Score: 0

On the Sustainability of AI Inferences in the Edge

Published: July 30, 2025 | arXiv ID: 2507.23093v1

By: Ghazal Sobhani , Md. Monzurul Amin Ifath , Tushar Sharma and more

Potential Business Impact:

Makes smart devices run AI faster and use less power.

Business Areas:

Intelligent Systems Artificial Intelligence, Data and Analytics, Science and Engineering

The proliferation of the Internet of Things (IoT) and its cutting-edge AI-enabled applications (e.g., autonomous vehicles and smart industries) combine two paradigms: data-driven systems and their deployment on the edge. Usually, edge devices perform inferences to support latency-critical applications. In addition to the performance of these resource-constrained edge devices, their energy usage is a critical factor in adopting and deploying edge applications. Examples of such devices include Raspberry Pi (RPi), Intel Neural Compute Stick (INCS), NVIDIA Jetson nano (NJn), and Google Coral USB (GCU).

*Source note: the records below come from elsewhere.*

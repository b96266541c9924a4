"""Limits that are clearances in another guise: joint angles, spring stroke, drive-shaft angles and plunge, lock-up.

Each is sought over the whole motion: on a grid of poses, then sharpened around the worst. Knows no file format.
"""

from __future__ import annotations

from collections.abc import Callable
from dataclasses import dataclass
from difflib import get_close_matches
from typing import TypeAlias

import numpy as np
from numpy.typing import NDArray

from knucklepath.kinematics.errors import MechanismError
from knucklepath.kinematics.mechanism import Ball, Mechanism, Rod
from knucklepath.kinematics.motion import Limit, Motion, find_limit, solve_motion
from knucklepath.kinematics.tree import dot_first
from knucklepath.kinematics.wheel import Corner

Array: TypeAlias = NDArray[np.float64]
Range: TypeAlias = tuple[float, float]

#: Poses of the first search, travel × rack.
GRID = (23, 15)
#: Sharpening halves its steps this often.
HALVINGS = 14
#: Differences below this, mm or deg, are rounding.
TIE = 1e-9
#: Lock-up is sought as far as this share beyond the stated travel and rack.
BEYOND = 0.5


@dataclass(frozen=True)
class JointLimit:
    """A ball joint or rod end whose stud may lean by ``greatest_deg`` from ``axis`` (3,), where both stand at design.

    joint : the hardpoint's name, "lower_arm.ball_joint" or "tie_rod.outboard", or the ball joint's own, "top mount".
        Where several joints meet at a hardpoint, the limit is for each of them.

    A rod's pose has no spin about the rod's own line. A rod end whose stud stands across the rod is judged so; play
    that lets the rod roll shares the lean out between its two ends.
    """

    joint: str
    axis: Array
    greatest_deg: float


@dataclass(frozen=True)
class DriveShaft:
    """A shaft from ``inner`` on the chassis to ``outer`` on the knuckle, both (3,) mm at design.

    inner_axis (3,) : of the output that the shaft hangs on, in either sense. Limits in deg and mm; None where not
    stated.
    """

    inner: Array
    outer: Array
    inner_axis: Array
    greatest_inner_deg: float | None = None
    greatest_outer_deg: float | None = None
    greatest_plunge: float | None = None


@dataclass(frozen=True)
class LimitResult:
    """What a limit came to: its extreme over the motion, against what is allowed, and the pose of the extreme.

    unit : "deg" or "mm"; kind : "at most" or "at least", how ``extreme`` must stand to ``limit``; note : or "".
    """

    name: str
    kind: str
    extreme: float
    limit: float
    unit: str
    ok: bool
    travel_mm: float
    rack_mm: float
    note: str = ""


def joint_bodies(mechanism: Mechanism, joint: str) -> tuple[tuple[str, str], ...]:
    """The pairs of bodies that ball joints and rod ends tie together: at a hardpoint, or by a ball joint's own name.

    Raises
    ------
    MechanismError : there is no such joint; the message gives the nearest name and those that there are.
    """
    known: dict[str, list[tuple[str, str]]] = {}
    for item in mechanism.joints:
        if isinstance(item, Ball):
            known.setdefault(item.at, []).append((item.body_a, item.body_b))
        elif isinstance(item, Rod):
            known.setdefault(item.point_a, []).append((item.name, item.body_a))
            known.setdefault(item.point_b, []).append((item.name, item.body_b))
    points = list(known)
    for item in mechanism.joints:
        if isinstance(item, Ball):
            known.setdefault(item.name, [(item.body_a, item.body_b)])
    if joint not in known:
        near = get_close_matches(joint, known, n=1)
        hint = f"did you mean '{near[0]}'? " if near else ""
        raise MechanismError(
            f"there is no ball joint or rod end '{joint}'; {hint}Joints: {', '.join(points) or 'none'}"
        )
    return tuple(known[joint])


def check_limits(
    corner: Corner,
    travel_mm: Range,
    rack_mm: Range,
    joints: tuple[JointLimit, ...] = (),
    shaft: DriveShaft | None = None,
) -> list[LimitResult]:
    """Check everything that is stated, over the motion's rectangle.

    Poses that cannot be reached are passed over; the lock-up margins say where that begins.

    Raises
    ------
    MechanismError : a joint limit names no joint.
    """
    search = _Search(corner, travel_mm, rack_mm)
    results = [_joint(search, limit) for limit in joints]
    spring = corner.spring
    if spring is not None:
        for name, limit, kind in (
            ("spring, shortest", spring.shortest, "at least"),
            ("spring, longest", spring.longest, "at most"),
        ):
            if limit is not None:
                results.append(search.result(name, kind, limit, "mm", _spring_length))
    if shaft is not None:
        results += _shaft(search, shaft)
    return results + _lock_up(corner, travel_mm, rack_mm)


class _Search:
    """Extremes of quantities over a motion."""

    def __init__(self, corner: Corner, travel_mm: Range, rack_mm: Range) -> None:
        self.corner = corner
        self.low, self.high = np.array([travel_mm[0], rack_mm[0]]), np.array([travel_mm[1], rack_mm[1]])
        self.rack = np.linspace(*rack_mm, GRID[1]) if rack_mm[1] > rack_mm[0] else np.array([rack_mm[0]])
        self.grid = solve_motion(corner, np.linspace(*travel_mm, GRID[0])[:, None], self.rack[None])

    def extreme(self, quantity: Callable[[Motion], Array], sign: float) -> tuple[float, float, float]:
        """Greatest of ``sign`` times a quantity, and the travel and rack where it is."""
        values = sign * np.where(self.grid.reached, quantity(self.grid), np.nan)
        if not np.isfinite(values).any():
            return float("nan"), float("nan"), float("nan")
        # among equals the pose with the least rack: what does not depend on it is reported without it
        preferred = values - TIE * np.abs(self.grid.rack_mm)
        at = np.unravel_index(int(np.nanargmax(preferred)), values.shape)
        best = float(values[at])
        pose = np.array([self.grid.travel_mm[at], self.grid.rack_mm[at]])
        step = (self.high - self.low) / np.maximum(np.array(self.grid.shape) - 1, 1)
        moves = np.array([[u, v] for u in (-1.0, 0.0, 1.0) for v in (-1.0, 0.0, 1.0) if u or v])
        for _ in range(HALVINGS):
            tries = np.clip(pose + moves * step, self.low, self.high)
            near = solve_motion(self.corner, tries[:, 0], tries[:, 1])
            found = sign * np.where(near.reached, quantity(near), np.nan)
            if np.isfinite(found).any() and np.nanmax(found) > best + TIE:
                best, pose = float(np.nanmax(found)), tries[int(np.nanargmax(found))]
            else:
                step = step / 2.0
        return sign * best, float(pose[0]), float(pose[1])

    def result(self, name: str, kind: str, limit: float, unit: str, quantity: Callable[[Motion], Array]) -> LimitResult:
        """The extreme of a quantity against a limit."""
        value, travel, rack = self.extreme(quantity, 1.0 if kind == "at most" else -1.0)
        ok = value <= limit if kind == "at most" else value >= limit
        return LimitResult(name, kind, value, limit, unit, bool(ok), travel, rack)


def _angle_deg(motion: Motion, first: Array, second: Array) -> Array:
    """Angle (...) between two directions (3, B) of any length, deg; exact near 0 and 180 as well."""
    a = first / np.sqrt(dot_first(first, first))
    b = second / np.sqrt(dot_first(second, second))
    apart, along = a - b, a + b
    return motion._shaped(
        np.degrees(2.0 * np.arctan2(np.sqrt(dot_first(apart, apart)), np.sqrt(dot_first(along, along))))
    )


def _joint(search: _Search, limit: JointLimit) -> LimitResult:
    pairs = joint_bodies(search.corner.mechanism, limit.joint)

    def lean(motion: Motion) -> Array:
        leans = [
            _angle_deg(motion, motion.turn_last(first, limit.axis), motion.turn_last(second, limit.axis))
            for first, second in pairs
        ]
        return np.asarray(np.maximum.reduce(leans))

    return search.result(f"{limit.joint}, angle", "at most", limit.greatest_deg, "deg", lean)


def _spring_length(motion: Motion) -> Array:
    spring = motion.corner.spring
    assert spring is not None
    apart = motion.point_last(spring.on, spring.moving) - spring.chassis[:, None]
    return motion._shaped(np.sqrt(dot_first(apart, apart)))


def _shaft(search: _Search, shaft: DriveShaft) -> list[LimitResult]:
    at_design = shaft.outer - shaft.inner
    design = float(np.linalg.norm(at_design))
    # an axis is a line: a shaft bends by the acute angle to it, whichever way the direction was written
    inner_axis, spin_axis = (
        axis * np.copysign(1.0, axis @ at_design) for axis in (shaft.inner_axis, search.corner.wheel.spin_axis)
    )

    def along(motion: Motion) -> Array:
        return motion.point_last("wheel", shaft.outer) - shaft.inner[:, None]

    def inner(motion: Motion) -> Array:
        return _angle_deg(motion, along(motion), np.broadcast_to(inner_axis[:, None], along(motion).shape))

    def outer(motion: Motion) -> Array:
        return _angle_deg(motion, along(motion), motion.turn_last("wheel", spin_axis))

    def plunge(motion: Motion) -> Array:
        reach = along(motion)
        return np.abs(motion._shaped(np.sqrt(dot_first(reach, reach))) - design)

    stated = (
        ("drive shaft, inner angle", shaft.greatest_inner_deg, "deg", inner),
        ("drive shaft, outer angle", shaft.greatest_outer_deg, "deg", outer),
        ("drive shaft, plunge", shaft.greatest_plunge, "mm", plunge),
    )
    return [search.result(name, "at most", limit, unit, how) for name, limit, unit, how in stated if limit is not None]


def _lock_up(corner: Corner, travel_mm: Range, rack_mm: Range) -> list[LimitResult]:
    """How far beyond the stated travel and rack the mechanism goes before it locks."""
    results = []
    racks = sorted({0.0, *rack_mm})
    for name, end in (("bump", travel_mm[1]), ("rebound", travel_mm[0])):
        towards = end * (1.0 + BEYOND)
        found = [(find_limit(corner, "travel", towards, rack_mm=rack), rack) for rack in racks]
        results.append(_margin(f"travel to lock-up, {name}", end, towards, found, "travel"))
    for name, end in (("left", rack_mm[1]), ("right", rack_mm[0])):
        if end != 0.0:
            towards = end * (1.0 + BEYOND)
            held = [(find_limit(corner, "rack", towards, travel_mm=at), at) for at in sorted({0.0, *travel_mm})]
            results.append(_margin(f"rack to lock-up, {name}", end, towards, held, "rack"))
    return results


def _margin(name: str, end: float, towards: float, found: list[tuple[Limit | None, float]], moving: str) -> LimitResult:
    worst, held, note = abs(towards), 0.0, f"no lock-up as far as {abs(towards):.1f} mm"
    for limit, other in found:
        # where the held input alone locks, the margin of that input says so; this one has none to tell
        if limit is not None and limit.input == moving and abs(limit.value_mm) < worst:
            worst, held, note = abs(limit.value_mm), other, limit.reason
    value = np.copysign(worst, end)
    travel, rack = (value, held) if moving == "travel" else (held, value)
    return LimitResult(name, "at least", worst, abs(end), "mm", worst >= abs(end), float(travel), float(rack), note)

Despite their adoption in edge deployment for AI inferences, there is no study on their performance and energy usage for informed decision-making on the device and model selection to meet the demands of applications. This study fills the gap by rigorously characterizing the performance of traditional, neural networks, and large language models on the above-edge devices. Specifically, we analyze trade-offs among model F1 score, inference time, inference power, and memory usage. Hardware and framework optimization, along with external parameter tuning of AI models, can balance between model performance and resource usage to realize practical edge AI deployments.